Manitoba Duty Free Store Owner Says Closed Border, Prospect of Lost Financial Help ‘Very Scare’


A Manitoba duty-free shop owner is struggling to stay open as the border between Canada and the United States remains closed to non-essential travelers.

Simon Resch co-owns the Duty Free Shop in Emerson, Manitoba. His family-owned business has sold liquor, perfumes, cosmetics, tobacco and Canadiana to cross-border travelers since 1982.

However, he has not been selling much throughout 2020.

“Because the leisure travellers have effectively disappeared from the border crossing in international travel, we don’t have a customer base.”

Resch says his earnings have fell by 80 to 85%, and there are only 15 staff on the schedule compared to pre-COVID-19 times when there would be over half than that.

“On certain weeks when maybe there’s a few more trucks out there, we’re down 75 per cent and we cheer, which is backwards to me, you know. It’s so strange,” he said.

The same is true for the other 32 land border duty-free stores on the Canadian side of the border, according to Barbara Barrett, the executive director of Frontier Duty-Free Association.

Unlike other businesses, duty-free stores, which are solely owned, are mainly regulated by the Canadian Border Services Agency, which administers their licenses.

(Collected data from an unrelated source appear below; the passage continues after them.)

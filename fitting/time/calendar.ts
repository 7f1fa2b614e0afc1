/**
 * Calendar dates and Julian dates.
 *
 * Years are astronomical: year 0 is 1 BC, −1 is 2 BC. 'civil' is the Julian calendar to 1582 October 4 and the Gregorian from 1582
 * October 15, the next day; 'gregorian' is the Gregorian calendar carried back before that (as ISO 8601 has it).
 *
 * Source: Meeus 1998, Astronomical Algorithms, 2nd ed., ch. 7.
 */

export const CALENDARS = ['civil', 'gregorian'] as const
export type Calendar = (typeof CALENDARS)[number]

/** A date with the day's fraction. */
export interface CalendarDate {
  year: number
  /** 1 to 12. */
  month: number
  /** Day of the month with its fraction, from 1. */
  day: number
}

const FIRST_GREGORIAN_JD = 2299160.5
const FIRST_YEAR = -4713
const LAST_YEAR = 9999
const MONTH_DAYS = [31, 28, 31, 30, 31, 30, 31, 31, 30, 31, 30, 31]

/** Whether the date, taken as a number yyyymmdd, falls in the Gregorian part of the calendar. */
function isGregorian(date: CalendarDate, calendar: Calendar): boolean {
  return calendar === 'gregorian' || date.year * 10000 + date.month * 100 + date.day >= 15821015
}

/**
 * Whether there is such a date.
 * @param date year −4713 to 9999, month, day with fraction.
 * @param calendar civil (default) or gregorian.
 * @returns false for a month or day that does not exist, the dropped days 1582 October 5 to 14 (civil) and years out of range.
 * Source: Meeus 1998, Astronomical Algorithms, ch. 7.
 */
export function isCalendarDate(date: CalendarDate, calendar: Calendar = 'civil'): boolean {
  const { year, month, day } = date
  if (Math.floor(year) !== year || year < FIRST_YEAR || year > LAST_YEAR) return false
  if (Math.floor(month) !== month || month < 1 || month > 12) return false
  if (!(day >= 1)) return false
  const isDropped = calendar === 'civil' && year === 1582 && month === 10 && day >= 5 && day < 15
  return !isDropped && day < daysOfMonth(date, calendar) + 1
}

function daysOfMonth(date: CalendarDate, calendar: Calendar): number {
  const { year, month } = date
  if (month === 2 && isLeapYear(year, isGregorian(date, calendar))) return 29
  return MONTH_DAYS[month - 1]!
}

function isLeapYear(year: number, isGregorianYear: boolean): boolean {
  if (year % 4 !== 0) return false
  return !isGregorianYear || year % 100 !== 0 || year % 400 === 0
}

/**
 * Julian date of a calendar date.
 * @param date year −4713 to 9999, month, day with fraction.
 * @param calendar civil (default) or gregorian.
 * @returns JD, d, in the date's own time scale; NaN where there is no such date.
 * Source: Meeus 1998, Astronomical Algorithms, ch. 7.
 */
export function jdFromCalendar(date: CalendarDate, calendar: Calendar = 'civil'): number {
  if (!isCalendarDate(date, calendar)) return NaN
  const isEarly = date.month <= 2
  const year = isEarly ? date.year - 1 : date.year
  const month = isEarly ? date.month + 12 : date.month
  const century = Math.floor(year / 100)
  const correction = isGregorian(date, calendar) ? 2 - century + Math.floor(century / 4) : 0
  return Math.floor(365.25 * (year + 4716)) + Math.floor(30.6001 * (month + 1)) + (correction - 1524.5) + date.day
}

/**
 * Calendar date of a Julian date.
 * @param jd JD, d, ≥ 0 (civil 4713 BC January 1, noon).
 * @param calendar civil (default) or gregorian.
 * @returns year, month and day with fraction; NaN below 0.
 * Source: Meeus 1998, Astronomical Algorithms, ch. 7.
 */
export function calendarFromJd(jd: number, calendar: Calendar = 'civil'): CalendarDate {
  if (!(jd >= 0)) return { year: NaN, month: NaN, day: NaN }
  const whole = Math.floor(jd + 0.5)
  const fraction = jd + 0.5 - whole
  const b = (calendar === 'gregorian' || jd >= FIRST_GREGORIAN_JD ? toJulianCount(whole) : whole) + 1524
  const c = Math.floor((b - 122.1) / 365.25)
  const d = Math.floor(365.25 * c)
  const e = Math.floor((b - d) / 30.6001)
  const month = e < 14 ? e - 1 : e - 13
  return { year: month > 2 ? c - 4716 : c - 4715, month, day: b - d - Math.floor(30.6001 * e) + fraction }
}

/** The day number that the same date would have in the Julian calendar. */
function toJulianCount(whole: number): number {
  const century = Math.floor((whole - 1867216.25) / 36524.25)
  return whole + 1 + century - Math.floor(century / 4)
}

/**
 * Julian epoch of a year with decimals counted through the calendar year (2024.5 is the middle of 2024, a leap year).
 * @param decimalYear −4713 to 9999, civil calendar.
 * @returns J, Julian years; NaN outside the range.
 * Source: common practice.
 */
export function julianEpochFromCalendarYear(decimalYear: number): number {
  const year = Math.floor(decimalYear)
  const start = jdFromCalendar({ year, month: 1, day: 1 })
  const length = jdFromCalendar({ year, month: 12, day: 31 }) + 1 - start
  return 2000 + (start + (decimalYear - year) * length - 2451545) / 365.25
}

“If people aren’t going into the stores then exiting into the U.S., they have no motor business,” she said.

“They can’t do online. They can’t pivot and do domestic sales because they’ll lose their licence. And they can’t do curbside pickup. There’s no way for them to pivot and do a different model of business based on the pandemic.”

All 33 land border stores have had to discard some items that are past their expiry date, she added.

“They can’t even they can’t sell it domestically. They couldn’t even donate it without having to also pay duties and taxes on it, which can be quite expensive when you’re not having any revenue coming in,” Barrett said.

“It’s a pretty desperate situation for them across the board.”

Government assistance

Resch has made use of a range of different provincial and federal support programs, including the Canadian Emergency Business Account, Manitoba bridge grant, wage and rent supports and the specialized resources for the tourism sector.

“Quite literally every single federal program that exists, we’ve applied for,” he said.

Barrett says these programs are created for businesses that have been able to pivot due to the pandemic and have lost some (but not all) of their income.

She says there’s a lot that needs to be done to support this very specialized sector.

That could seem like tapping into the $500 million federal Tourism Relief Fund that the government proposed in its 2021 budget.

“I think it’s fair to say we’re the hardest hit of the hardest hit. We’re asking for a relief fund, a small slice of that $500 million,” Barrett said.

She says the association would additionally like to see a plan for reopening the border so the affected businesses can plan ahead.

At the moment, they are in limbo, adds Barrett.

Resch is concerned the existing support programs will end before the border reopens, saying his business may only last 30 days without any financial help.

“From where I’m sitting that’s very, very scary.”